_Try it_
Search the records below for the word "padSource", then return every line where it appears.

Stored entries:
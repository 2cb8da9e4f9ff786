/**
 * The ngspice emulation of a net with IBIS buffers (docs/ibis.md §4, written independently of the
 * solver's pad code): every pad is a B-source current I = Ku·pwl(Vpu − V) + Kd·pwl(V − Vpd) +
 * pwl(V − Vgc) + pwl(Vpc − V) from the pad to ground (pwl() of a voltage: the V-I tables, extended
 * along their end segments, as ngspice's pwl does), Ku and Kd as PWL voltage sources of time (held at
 * their end values), C_comp as a capacitor; lines, R, C, L and rails as in scripts/ngspice.ts.
 */
import { execFileSync } from 'node:child_process';
import { mkdtempSync, readFileSync, rmSync, writeFileSync } from 'node:fs';
import { tmpdir } from 'node:os';
import { join } from 'node:path';
import type { Circuit, Edge, PadCurve, PadTables } from '../../core/circuit/types.js';
import { GROUND } from '../../core/circuit/types.js';
import { parseWrdata, type SpiceRun, spiceNodes } from './spice.js';

const num = (x: number) => x.toExponential(10);
/** Same line breakpoint control as the linear comparison (scripts/ngspice.ts). */
const REL_ABS = 10;

/** pwl(arg, x0, y0, ...) text of a V-I curve, split over continuation lines. */
function pwl(arg: string, c: PadCurve): string {
  const pairs: string[] = [];
  for (let k = 0; k < c.v.length; k++) pairs.push(`${num(c.v[k])},${num(c.i[k])}`);
  const rows: string[] = [];
  for (let k = 0; k < pairs.length; k += 6) rows.push(pairs.slice(k, k + 6).join(','));
  return `pwl(${arg},\n+ ${rows.join(',\n+ ')})`;
}

function padSource(name: string, node: string, t: PadTables, ku: string | null, kd: string | null): string[] {
  const v = `v(${node})`;
  const terms: string[] = [];
  if (t.pullup && ku) terms.push(`v(${ku})*${pwl(`${num(t.pullupRef)}-${v}`, t.pullup)}`);
  if (t.pulldown && kd) terms.push(`v(${kd})*${pwl(`${v}-${num(t.pulldownRef)}`, t.pulldown)}`);
  if (t.gndClamp) terms.push(pwl(`${v}-${num(t.gndClampRef)}`, t.gndClamp));
  if (t.powerClamp) terms.push(pwl(`${num(t.powerClampRef)}-${v}`, t.powerClamp));
  const out = [`B${name} ${node} 0 I = ${terms.length ? terms.join('\n+ + ') : '0'}`];
  if (t.cComp > 0) out.push(`Ccomp${name} ${node} 0 ${num(t.cComp)}`);
  return out;
}

function timePwl(name: string, t: Float64Array, y: Float64Array, stop: number): string {
  const pairs: string[] = [];
  for (let k = 0; k < t.length; k++) pairs.push(`${num(t[k])} ${num(y[k])}`);
  if (t[t.length - 1] < stop * 2) pairs.push(`${num(stop * 2)} ${num(y[y.length - 1])}`);
  const rows: string[] = [];
  for (let k = 0; k < pairs.length; k += 6) rows.push(pairs.slice(k, k + 6).join(' '));
  return `V${name} ${name} 0 PWL(${rows.join('\n+ ')})`;
}

/** The deck for one edge of a circuit whose driver is an IBIS pad (receivers may be IBIS or linear). */
export function ibisDeck(circuit: Circuit, edge: Edge, options: { stop: number; tmax: number; output: string }): string {
  const d = circuit.driver;
  if (!d.pad) throw new Error('ibisDeck: the driver is not an IBIS pad');
  const nodes = spiceNodes(circuit);
  const N = (n: string) => nodes.get(n)!;
  const lines = [`* slackline IBIS comparison (${edge})`];
  const sw = d.pad[edge];
  lines.push(timePwl('ku', sw.t, sw.ku, options.stop), timePwl('kd', sw.t, sw.kd, options.stop));
  lines.push(...padSource('drv', N(d.node), d.pad, 'ku', 'kd'));
  Object.entries(circuit.rails).forEach(([rail, volts], i) => lines.push(`Vrail${i} ${N(rail)} 0 DC ${num(volts)}`));
  circuit.elements.forEach((e, i) => {
    switch (e.kind) {
      case 'line': lines.push(`T${i} ${N(e.a)} 0 ${N(e.b)} 0 Z0=${num(e.z0)} TD=${num(e.delay)} REL=${REL_ABS} ABS=${REL_ABS}`); break;
      case 'resistor': lines.push(`R${i} ${N(e.a)} ${N(e.b)} ${num(e.ohms)}`); break;
      case 'capacitor': lines.push(`C${i} ${N(e.a)} ${N(e.b)} ${num(e.farads)}`); break;
      case 'inductor': lines.push(`L${i} ${N(e.a)} ${N(e.b)} ${num(e.henries)}`); break;
      case 'via': lines.push(`C${i} ${N(e.a)} 0 ${num(e.farads)}`); break;
    }
  });
  circuit.receivers.forEach((r, i) => {
    if (r.cin > 0) lines.push(`Cin${i} ${N(r.node)} 0 ${num(r.cin)}`);
    if (r.odt) lines.push(`Rodt${i} ${N(r.node)} odt${i} ${num(r.odt.ohms)}`, `Vodt${i} odt${i} 0 DC ${num(r.odt.vtt)}`);
    if (r.pad) lines.push(...padSource(`rx${i}`, N(r.node), r.pad, null, null));
  });
  lines.push(`.tran ${num(options.tmax)} ${num(options.stop)} 0 ${num(options.tmax)}`);
  const probes = [...nodes.entries()].filter(([n]) => n !== GROUND && !(n in circuit.rails)).map(([, s]) => `v(${s})`);
  lines.push('.control', 'set noaskquit', 'run', 'set wr_singlescale', 'set wr_vecnames', `wrdata ${options.output} ${probes.join(' ')}`, 'quit', '.endc', '.end', '');
  return lines.join('\n');
}

/** Runs one edge of an IBIS net in ngspice. Throws if ngspice fails. */
export function runIbisNgspice(circuit: Circuit, edge: Edge, options: { stop: number; tmax: number }): SpiceRun {
  const dir = mkdtempSync(join(tmpdir(), 'slackline-ibis-spice-'));
  try {
    const out = join(dir, 'out.txt');
    const deck = join(dir, 'deck.cir');
    writeFileSync(deck, ibisDeck(circuit, edge, { ...options, output: out }));
    execFileSync('ngspice', ['-b', deck], { stdio: ['ignore', 'pipe', 'pipe'], timeout: 180_000 });
    return parseWrdata(readFileSync(out, 'utf8'), circuit);
  } finally {
    rmSync(dir, { recursive: true, force: true });
  }
}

_Result for this exercise_
function padSource(name: string, node: string, t: PadTables, ku: string | null, kd: string | null): string[] {
  lines.push(...padSource('drv', N(d.node), d.pad, 'ku', 'kd'));
    if (r.pad) lines.push(...padSource(`rx${i}`, N(r.node), r.pad, null, null));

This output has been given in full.